“No! Uno cigarette!” I shout in a pathetic Spanish accent, hopelessly assuming that my audacious attempt to translate would calm the situation. Monstrous shadows tower behind him, smothering the moon. “Always...l…last…. one” he manages to ramble in broken English and with that remark my usually invincible patience absconds to the nearest kebab house for asylum. I begin to shove him aggressively to indicate my innocence. I soon realise all attempts to reason or at least scare him are lost as his thick brown eyes glaze over and he flips me a menacing grin. The shoving builds and he threatens to bite me like a hungry stray dog, revealing thousands of white daggers, snapping the air before me. Paralyzed, my friends watch on.
Two oversized black Rasta’s appear out of one of the alleyways on the periphery of the moonlit courtyard. Assuming that the three of them are friends I fear the worst. Many regrets filter through me such as, walking this average looking girl home and refusing to give him my last cigarette.
Earlier that day Tony woke me by kindly slapping my weary and sullen face. Lazily I roll out the to find five liberal Swedish girls frantically preparing for a day at the beach. Across the road from the hostel we enjoy a favoured continental breakfast of cheeseburgers, fries and cigarettes.
We dive out of the sun and stumble down the stairs, previous to narrowly jumping on to the metro before it scuttled off into the murky tunnel. Struggling to catch my breath we are met by the chants of a pot bellied drunk, who I imagine has been providing twenty-four hour entertainment for the tourists on board. Most of the half-witted bellowing was uttered in Spanish but on the instance when he caught the eye of a young woman, whom looking ridiculously American with a trademark bum bag, he began to quote lines from “Baby Got Back”. Barceloneta whizzed past on the walls of the metro stop and I was a little disappointed about leaving just as he began to stomp out the chorus.

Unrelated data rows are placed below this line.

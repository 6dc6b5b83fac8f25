//! `bandwatch bench`: measures, in one run and side by side, what each stage
//! of the pipeline costs, so that the ratios between them mean something on
//! a noisy shared machine.
//!
//! Phases (`--only` picks some):
//! - `fft`: raw realfft throughput for the configured N, f32 and f64: the
//!   limit. Its "input samples/s" is FFTs/s × hop, the input rate that the
//!   FFTs alone could keep up with at the configured 75 % overlap.
//! - `dsp`: the DSP stage alone (ring → `ChannelDsp`: window, FFT, power,
//!   averaging, bands, snapshot publish) over 1, 64, 1024 … channels.
//! - `path`: the whole path from BWF1 frames in memory: decode (i16, i24,
//!   f32), scale, ring, DSP, bands, publish.
//! - `memory`: resident bytes per channel and the total for the largest
//!   channel count, measured in a child process so that nothing else this
//!   process allocated is counted.
//! - `ingest`: BWF1 over real loopback TCP and UDP into the running
//!   pipeline: the highest aggregate sample rate held with zero drops.
//! - `http`: `/metrics` render time and body size, and `/metrics` and
//!   spectrum latency at fixed request rates while the DSP runs flat out,
//!   paced to real time, or not at all, and what that load costs the DSP.
//! - `welch`: not a phase of the default run; the mode
//!   `bench/compare_scipy.py` drives (`--signal FILE`).
//!
//! Every compute phase runs on one thread, so its rates are per core. The
//! phases of one repeat run one after another, and ratios are taken within
//! a repeat, then summarised (median, min–max) over the repeats.

use std::io::Write as _;
use std::path::PathBuf;
use std::sync::atomic::{AtomicBool, AtomicU64, Ordering};
use std::sync::Arc;
use std::time::{Duration, Instant};

use realfft::num_traits::FromPrimitive;
use realfft::{FftNum, RealFftPlanner};
use serde::Serialize;

use crate::config::{parse_str, ChannelSpec, Config, StreamSpec};
use crate::counters::SourceCounters;
use crate::frame::bwf1::{encode_into, Header, CRC_BYTES, DEFAULT_MAX_FRAME_BYTES};
use crate::frame::{SampleFormat, SampleSlice};
use crate::pipeline::state::{AppState, ChannelShared};
use crate::pipeline::worker::ChannelDsp;
use crate::ring::{channel_ring, RingWriter};
use crate::source::framed::{FrameSink, StreamFraming};
use crate::source::{ChannelInput, SourceOutputs};

/// Sample rate of every bench channel (the demo's; README "What the demo shows").
const FS: f64 = 25_600.0;
/// Overlap of every bench channel (the demo's).
const OVERLAP: f64 = 0.75;
/// Converter step in g per count: ±5 V over 24 bits, 100 mV/g (the demo's).
const G_PER_COUNT: f64 = 5.0 / 8_388_608.0 / 0.1;
/// Instants per BWF1 frame in the `path` phase (`send`'s default).
const FRAME_SAMPLES: usize = 256;
/// Bytes handed to the stream decoder at a time: a socket read's worth.
const READ_BYTES: usize = 64 * 1024;
/// Channels of the `ingest` phase (and the `http` phase's default).
const LOAD_CHANNELS: usize = 64;

#[derive(Debug, Clone, clap::Args)]
pub struct BenchArgs {
    /// Block and FFT length N.
    #[arg(long, default_value_t = 8192)]
    pub n: usize,
    /// Channel counts of the dsp and path phases; the largest is also the
    /// memory phase's total.
    #[arg(long, value_delimiter = ',', default_value = "1,64,1024")]
    pub channels: Vec<usize>,
    /// Repeats of every measurement (ingest: at most 3).
    #[arg(long, default_value_t = 5)]
    pub repeats: usize,
    /// Seconds of each ingest step and of each http measurement.
    #[arg(long, default_value_t = 2.0)]
    pub seconds: f64,
    /// Seconds of timed work per compute measurement (fft, dsp, path).
    #[arg(long, default_value_t = 0.5)]
    pub work_seconds: f64,
    /// Phases to run, comma separated: fft, dsp, path, memory, ingest, http
    /// (default: all), or welch (with --signal).
    #[arg(long, value_delimiter = ',')]
    pub only: Vec<String>,
    /// Also write the results as JSON here.
    #[arg(long)]
    pub json: Option<PathBuf>,
    /// welch: raw little-endian f32 samples, channel after channel.
    #[arg(long)]
    pub signal: Option<PathBuf>,
    /// welch: channels in --signal.
    #[arg(long, default_value_t = 1)]
    pub signal_channels: usize,
    /// http: channel counts (each also gets the render and body-size rows).
    #[arg(long, value_delimiter = ',', default_value = "64")]
    pub http_channels: Vec<usize>,
    /// http: DSP load during the requests, `flat` (flat out), `paced`
    /// (real time: 25.6 kHz per channel) and/or `idle` (no DSP work).
    #[arg(long, value_delimiter = ',', default_value = "flat,paced")]
    pub http_load: Vec<String>,
    /// http: request rates, requests/s (alternating /metrics and spectrum).
    #[arg(long, value_delimiter = ',', default_value = "200")]
    pub http_rates: Vec<f64>,
    /// Internal: measure memory for this many channels and print one JSON line.
    #[arg(long, hide = true)]
    pub memory_child: Option<usize>,
}

#[derive(Debug, thiserror::Error)]
pub enum BenchError {
    #[error("bad option: {0}")]
    Usage(String),
    #[error("{what}: {source}")]
    Io {
        what: String,
        #[source]
        source: std::io::Error,
    },
    #[error("bench config does not validate: {0}")]
    Config(String),
    #[error("{0}")]
    Lost(String),
}

fn io_err(what: impl Into<String>) -> impl FnOnce(std::io::Error) -> BenchError {
    let what = what.into();
    move |source| BenchError::Io { what, source }
}

/// Median, min and max of a set of measurements.
#[derive(Debug, Clone, Serialize)]
pub struct Summary {
    pub median: f64,
    pub min: f64,
    pub max: f64,
    pub values: Vec<f64>,
}

impl Summary {
    pub fn of(values: &[f64]) -> Summary {
        let mut v: Vec<f64> = values.iter().copied().filter(|x| x.is_finite()).collect();
        v.sort_by(f64::total_cmp);
        if v.is_empty() {
            return Summary {
                median: f64::NAN,
                min: f64::NAN,
                max: f64::NAN,
                values: values.to_vec(),
            };
        }
        let m = v.len() / 2;
        let median = if v.len() % 2 == 1 {
            v[m]
        } else {
            0.5 * (v[m - 1] + v[m])
        };
        Summary {
            median,
            min: v[0],
            max: v[v.len() - 1],
            values: values.to_vec(),
        }
    }
}

/// One line of the table.
#[derive(Debug, Clone, Serialize)]
pub struct Row {
    pub phase: String,
    pub case: String,
    pub unit: String,
    pub value: Summary,
    /// Ratio to the f32 FFT limit measured beside it (alternating slices)
    /// within each repeat.
    pub ratio: Option<Summary>,
    pub target: Option<String>,
}

#[derive(Debug, Clone, Serialize)]
pub struct Machine {
    pub nproc: usize,
    pub cpu: String,
    pub os: String,
}
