/// Sampled at fs, a tone at fs − 3000 Hz is indistinguishable from one at
/// 3000 Hz: it reads there, with its full amplitude.
fn alias_check() -> Check {
    let name = "tone at fs − 3000 Hz folds to 3000 Hz".to_string();
    let source = "common practice (aliasing)";
    let expected = "3000.0 Hz, 1.0000 g pk".to_string();
    let setup = ChannelSetup {
        window: "hann",
        block: 1024,
        nfft: 1024,
        noverlap: 0,
        detrend: "mean",
        averages: 1,
        bands: vec![BandSetup {
            name: "alias",
            lo_hz: 2000.0,
            hi_hz: 4000.0,
            unit: "g",
            measure: "peak",
        }],
    };
    match setup
        .spec()
        .and_then(|spec| run_stages(&spec, &tone(1024, FS, FS - 3000.0, 1.0, 0.0)))
    {
        Ok(r) => Check {
            name,
            source,
            expected,
            measured: format!("{:.1} Hz, {:.4} g pk", r.peak_hz[0], r.bands[0]),
            tolerance: "same line; ±0.1 %".into(),
            pass: r.peak_hz[0] == 3000.0 && (r.bands[0] - 1.0).abs() <= 1e-3,
        },
        Err(e) => failed(name, source, expected, e),
    }
}

fn crc_checks() -> Vec<Check> {
    const CHECK: u32 = 0xCBF4_3926;
    let fast = crc32fast::hash(b"123456789");
    let bitwise = crc32_bitwise(b"123456789");
    let catalogue = Check {
        name: "CRC-32/IEEE of \"123456789\"".into(),
        source: "CRC catalogue",
        expected: format!("0x{CHECK:08X}"),
        measured: if fast == bitwise {
            format!("0x{fast:08X}")
        } else {
            format!("0x{fast:08X} (bitwise 0x{bitwise:08X})")
        },
        tolerance: "exact".into(),
        pass: fast == CHECK && bitwise == CHECK,
    };
    vec![catalogue, bwf1_crc_check()]
}

/// A BWF1 frame from the encoder ends with the CRC-32/IEEE of every byte
/// before it (the bitwise reference, itself checked against the catalogue
/// value), the decoder accepts it, and one flipped sample bit is refused.
fn bwf1_crc_check() -> Check {
    let name = "BWF1 encoder trailer = CRC-32/IEEE; bit flip refused".to_string();
    let source = "README wire format BWF1; CRC catalogue";
    let samples: Vec<f32> = (0..16).map(|i| i as f32 * 0.25 - 1.0).collect();
    let header = Header::new(SampleFormat::F32, 2, 8, 1000, 0, FS);
    let frame = match bwf1::encode(&header, SampleSlice::F32(&samples)) {
        Ok(f) => f,
        Err(e) => {
            return failed(
                name,
                source,
                "trailer = CRC".into(),
                SetupError::Measurement(format!("encode: {e}")),
            )
        }
    };
    let body = frame.len() - bwf1::CRC_BYTES;
    let mut trailer = [0u8; 4];
    trailer.copy_from_slice(&frame[body..]);
    let trailer = u32::from_le_bytes(trailer);
    let want = crc32_bitwise(&frame[..body]);
    let accepted = bwf1::decode_datagram(&frame).is_ok();
    let mut bad = frame.clone();
    bad[bwf1::HEADER_BYTES + 3] ^= 0x01;
    let refused = matches!(
        bwf1::decode_datagram(&bad),
        Err(e) if e.reason() == RejectReason::CrcMismatch
    );
    Check {
        name,
        source,
        expected: format!("0x{want:08X}, accepted, refused"),
        measured: format!(
            "0x{trailer:08X}, {}, {}",
            if accepted { "accepted" } else { "REJECTED" },
            if refused { "refused" } else { "NOT REFUSED" }
        ),
        tolerance: "exact".into(),
        pass: trailer == want && accepted && refused,
    }
}

// ---------------------------------------------------------------------------
// Output
// ---------------------------------------------------------------------------

/// True when every check passed (and there is at least one).
pub fn all_pass(checks: &[Check]) -> bool {
    !checks.is_empty() && checks.iter().all(|c| c.pass)
}
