//! `bandwatch replay`: runs a recorded stream through the same pipeline as
//! the daemon — the same framing, checks, scaling, rings and DSP — as fast as
//! the CPU allows, and writes one JSON line per published spectrum. Given
//! the same bytes, live processing and replay compute the same numbers.

use std::io::{Read, Write};
use std::path::Path;
use std::sync::Arc;

use crate::config::{Config, SourceKind, StreamSpec};
use crate::counters::SourceCounters;
use crate::pipeline::worker::ChannelDsp;
use crate::pipeline::{AlarmMode, Builder, RingSize, RunError};
use crate::source::framed::{FrameSink, StreamFraming};

#[derive(Debug, thiserror::Error)]
pub enum ReplayError {
    #[error("no source named {0:?} in the config")]
    UnknownSource(String),
    #[error("the config has no network or serial source to replay into")]
    NoSource,
    #[error("source {0:?} has no channels in the config")]
    NoChannels(String),
    #[error("cannot read {path}: {source}")]
    Read {
        path: String,
        #[source]
        source: std::io::Error,
    },
    #[error("cannot write the output: {0}")]
    Write(#[source] std::io::Error),
    #[error("decoder: {0}")]
    Decoder(String),
    #[error("cannot assemble the pipeline: {0}")]
    Pipeline(#[from] RunError),
}

/// One line of replay output.
#[derive(Debug, Clone, PartialEq, serde::Serialize, serde::Deserialize)]
pub struct ReplayLine {
    pub channel: String,
    pub seq: u64,
    /// Stream index of the newest block's first sample.
    pub first_sample: u64,
    /// Stream index of the oldest averaged block's first sample.
    #[serde(default)]
    pub oldest_first_sample: u64,
    pub averages: u32,
    /// Band values in each band's unit, in config order; null when the band
    /// has no value (e.g. an order band while the speed is unknown).
    pub bands: Vec<(String, Option<f64>)>,
    /// Running speed the order bands used, Hz (null: unknown or no machine).
    #[serde(default)]
    pub speed_hz: Option<f64>,
    pub rms: f64,
    pub peak: f64,
    pub crest_factor: f64,
}

fn stream_of(kind: &SourceKind) -> Option<StreamSpec> {
    match kind {
        SourceKind::TcpConnect { stream, .. }
        | SourceKind::TcpListen { stream, .. }
        | SourceKind::Serial { stream, .. } => Some(stream.clone()),
        SourceKind::Udp {
            max_datagram_bytes, ..
        } => Some(StreamSpec {
            framing: crate::config::Framing::Bwf1,
            max_frame_bytes: *max_datagram_bytes,
        }),
        SourceKind::Sim { .. } => None,
    }
}

/// Replays `file` into source `source` (default: the first non-sim one) and
/// writes JSON lines to `out`. Returns the source's counters.
pub fn replay(
    config: &Config,
    file: &Path,
    source: Option<&str>,
    out: &mut dyn Write,
) -> Result<Arc<SourceCounters>, ReplayError> {
    let spec = match source {
        Some(name) => config
            .sources
            .iter()
            .find(|s| s.name == name)
            .ok_or_else(|| ReplayError::UnknownSource(name.to_string()))?,
        None => config
            .sources
            .iter()
            .find(|s| stream_of(&s.kind).is_some())
            .ok_or(ReplayError::NoSource)?,
    };
    let stream = stream_of(&spec.kind).ok_or(ReplayError::NoSource)?;
    // Replay drains the rings after every read, so they never overflow:
    // sized for the largest read plus two blocks.
    let ring = RingSize::Headroom(1 << 17);
    let mut pipeline = Builder::new(config)
        .only_source(&spec.name)
        .ring(ring)
        .alarms(AlarmMode::Off)
        .gather(false)
        .blocks_per_turn(1)
        .assemble()?
        .inline();
    if pipeline.channels.is_empty() {
        return Err(ReplayError::NoChannels(spec.name.clone()));
    }
    let outputs = pipeline.source_outputs(&spec.name)?;
    let state = pipeline
        .state
        .source(&spec.name)
        .ok_or_else(|| ReplayError::UnknownSource(spec.name.clone()))?
        .clone();
    let mut sink =
        FrameSink::new(outputs, state.clone(), spec.sample_rate_hz).with_sequence(&spec.sequence);
    let mut framing = StreamFraming::new(&stream, spec.channels).map_err(ReplayError::Decoder)?;
    let read_err = |source| ReplayError::Read {
        path: file.display().to_string(),
        source,
    };
    let mut f = std::fs::File::open(file).map_err(read_err)?;
    sink.restart();
    let mut seqs = vec![0u64; pipeline.channels.len()];
    let mut buf = vec![0u8; 65_536];
    loop {
        let n = f.read(&mut buf).map_err(read_err)?;
        if n == 0 {
            framing.reset(&mut sink);
            break;
        }
        state
            .bytes
            .fetch_add(n as u64, std::sync::atomic::Ordering::Relaxed);
        framing.feed(&buf[..n], &mut sink);
        poll_all(&mut pipeline.channels, &mut seqs, out)?;
    }
    // End of input: no more speed measurements will come, so a channel
    // waiting for its machine's speed goes on (README "Orders").
    for m in &pipeline.state.machines {
        m.close();
    }
    poll_all(&mut pipeline.channels, &mut seqs, out)?;
    out.flush().map_err(ReplayError::Write)?;
    Ok(state)
}

/// Polls every channel until none has work left, writing each published
/// result. A channel waiting for its machine's speed (measured by another
/// channel) goes on once that channel has been polled.
fn poll_all(
    channels: &mut [ChannelDsp],
    seqs: &mut [u64],
    out: &mut dyn Write,
) -> Result<(), ReplayError> {
    loop {
        let mut worked = false;
        for (dsp, seq) in channels.iter_mut().zip(seqs.iter_mut()) {
            while dsp.poll() {
                worked = true;
                emit(dsp, seq, out)?;
            }
        }
        if !worked {
            return Ok(());
        }
    }
}

fn emit(dsp: &ChannelDsp, seq: &mut u64, out: &mut dyn Write) -> Result<(), ReplayError> {
    let shared = dsp.shared();
    let Some(snap) = shared.latest() else {
        return Ok(());
    };
    if snap.seq == *seq {
        return Ok(());
    }
    *seq = snap.seq;
    let line = ReplayLine {
        channel: shared.spec.name.clone(),
        seq: snap.seq,
        first_sample: snap.first_sample,
        oldest_first_sample: snap.oldest_first_sample,
        averages: snap.averages,
        bands: shared
            .spec
            .bands
            .iter()
            .zip(&snap.bands)
            .map(|(b, v)| (b.name.clone(), v.is_ok().then_some(v.value)))
            .collect(),
        speed_hz: snap.speed_hz,
        rms: snap.overall.rms,
        peak: snap.overall.peak,
        crest_factor: snap.overall.crest_factor,
    };
    let text = serde_json::to_string(&line).map_err(|e| ReplayError::Write(e.into()))?;
    writeln!(out, "{text}").map_err(ReplayError::Write)
}
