/// Relative difference allowed between a replayed and a stored value
/// (spectrum line or band) for [`TripCheck::reproduced`]: 1e-6, about 8
/// ulp of f32 (ε = 1.19e-7). Replay runs the same code on the same f32
/// samples in the same order, and the metadata stores every number in its
/// shortest exact form, so on the machine that took the capture the
/// difference is 0 (what the tests see); the margin is for another
/// machine, where the FFT may pick other kernels (rounding in the last
/// bits).
pub const REPRODUCE_REL: f64 = 1e-6;

/// The trip's spectrum and bands recomputed by a capture replay, against
/// the values stored with the capture.
#[derive(Debug, Clone, PartialEq)]
pub struct TripCheck {
    /// Stream index of the newest block of the trip's average.
    pub first_sample: u64,
    pub averages: u32,
    /// The recomputed averaged power spectrum (the stored one's lines).
    pub spectrum: Vec<f32>,
    /// The recomputed envelope spectrum (empty without envelope analysis).
    pub envelope_spectrum: Vec<f32>,
    /// Band values recomputed, in the settings' band order.
    pub bands: Vec<(String, Option<f64>)>,
    /// Largest |replayed − stored| / |stored| over the spectrum's lines
    /// (0 where both are 0, infinite where only the stored one is).
    pub spectrum_max_rel: f64,
    /// The same over the stored band values.
    pub bands_max_rel: f64,
    /// Stored band values with no recomputed value.
    pub bands_missing: Vec<String>,
    /// Why an exact reproduction cannot be expected, if it cannot.
    pub caveat: Option<String>,
}

impl TripCheck {
    /// Within [`REPRODUCE_REL`], every stored band recomputed.
    pub fn reproduced(&self) -> bool {
        self.spectrum_max_rel <= REPRODUCE_REL
            && self.bands_max_rel <= REPRODUCE_REL
            && self.bands_missing.is_empty()
    }
}

impl std::fmt::Display for TripCheck {
    fn fmt(&self, f: &mut std::fmt::Formatter<'_>) -> std::fmt::Result {
        write!(
            f,
            "trip spectrum (newest block at sample {}, {} averages): {} lines, max relative difference {:e}; {} band values, max relative difference {:e}",
            self.first_sample,
            self.averages,
            self.spectrum.len(),
            self.spectrum_max_rel,
            self.bands.len(),
            self.bands_max_rel
        )?;
        if !self.bands_missing.is_empty() {
            write!(f, "; no value for {}", self.bands_missing.join(", "))?;
        }
        if self.reproduced() {
            write!(f, " — reproduced (bound {REPRODUCE_REL:e})")?;
        } else {
            write!(f, " — NOT reproduced within {REPRODUCE_REL:e}")?;
        }
        if let Some(c) = &self.caveat {
            write!(f, " ({c})")?;
        }
        Ok(())
    }
}

/// What a capture replay did.
pub struct CaptureReplay {
    pub counters: Arc<SourceCounters>,
    pub meta: CaptureMeta,
    /// Stream index of the first sample fed (see [`replay_capture`]).
    pub from_sample: u64,
    /// The recomputed trip values; None when the capture stores no
    /// spectrum, or the replay did not publish the trip's result (with
    /// `problem` saying why).
    pub check: Option<TripCheck>,
    pub problem: Option<String>,
}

The beach was as white as salt, bleached by the golden sun and stretching as far as the eye could see. The beach was teeming with hundreds of dark and glowing sunbathers but we managed to find a pocket of sand, conquering it we laid down our towels. The callous sun was agonizingly fierce against my skin and seeing as I knowingly forgot the sunscreen, it wasn’t long before I headed for rescue in the water. Cold and refreshing. I paddled until I lost breath, which wasn’t long, and tried to float, turning away from the surrounding dumped rubbish, a barrage of waves smashes me. Half drowned I swam back to the beach. The beach is peppered with merchants pounding up and down, never breaking a sweat, and selling everything from beer to sunglasses. After buying several beers from a Pakistani man in his late forties, we built a friendship and gaining loyalty points got discount as well as managing to persuade him to fetch cigarettes from the shop, a hundred metres away. Tipsy and sunburnt we trekked back to the hostel.
Hours later after balancing between harassing the Swedish girls, who share our room and getting dressed, we manage to finally leave the hostel. The club is a short walk from our hostel, just off Las Ramblas, in a corner of a small courtyard. Outside the club people fill the courtyard, buying beers from the merchants circling around them. The club is more than expensive so we regularly followed the trend of leaving the club and downed cheap bottles of beer, before returning.
Several hours later and I am standing in a courtyard opposite to the club, smoking my remaining cigarette. A drunken Spaniard slowly stumbles as he approaches me and asks me for money. Bluntly I refused. He seems lost by my arrogance and looks around the deserted courtyard. “Smoke, can I have a smoke?” he said. Again I declined. Outraged he began to shout aggressively and I replied by physically shoving him backwards. Each time he returned more angry and insane than before. Two tall black men step forward out of the darkness and into the moonlit courtyard. “What’s going on?” the tallest one said, Fearing that I may become out numbered, as my friends are probably more drunk than myself, which suggests that they’re useless, I plead with them to help me. “I’LL GIVE YOU TWENTY EUROS TO GET THIS GUY AWAY FROM” I shouted in a fit of anger.
“Give me five hundred and I kill him,” one of them whispered to me.
“No! Just get rid of him!” I said trying to hide the laughter building in my chest. They advance towards him and the look of angry once sprawled across his face evaporates, replayed by genuine sense of fear. Backing away he dropped his arm to pick up one of many bottles of corona abandoned from clubbers. The bottle is swiped from his grasp and pushed into one of the dark alleyways. I stood, waiting to see what my twenty euro bouncers have to offer but am left disappointed as they feel that he has served his punishment. After watching him walk away the two towering men turn and laugh. “You see I protect you, any problem, you call me.” Unsure whether he was more drunk than myself I laugh and thank him. “Look! Touch this, this is my gun!” he demands, and without arguing I fumble the outline of gun in his trousers, pay him twenty Euros for a sterling job and leave.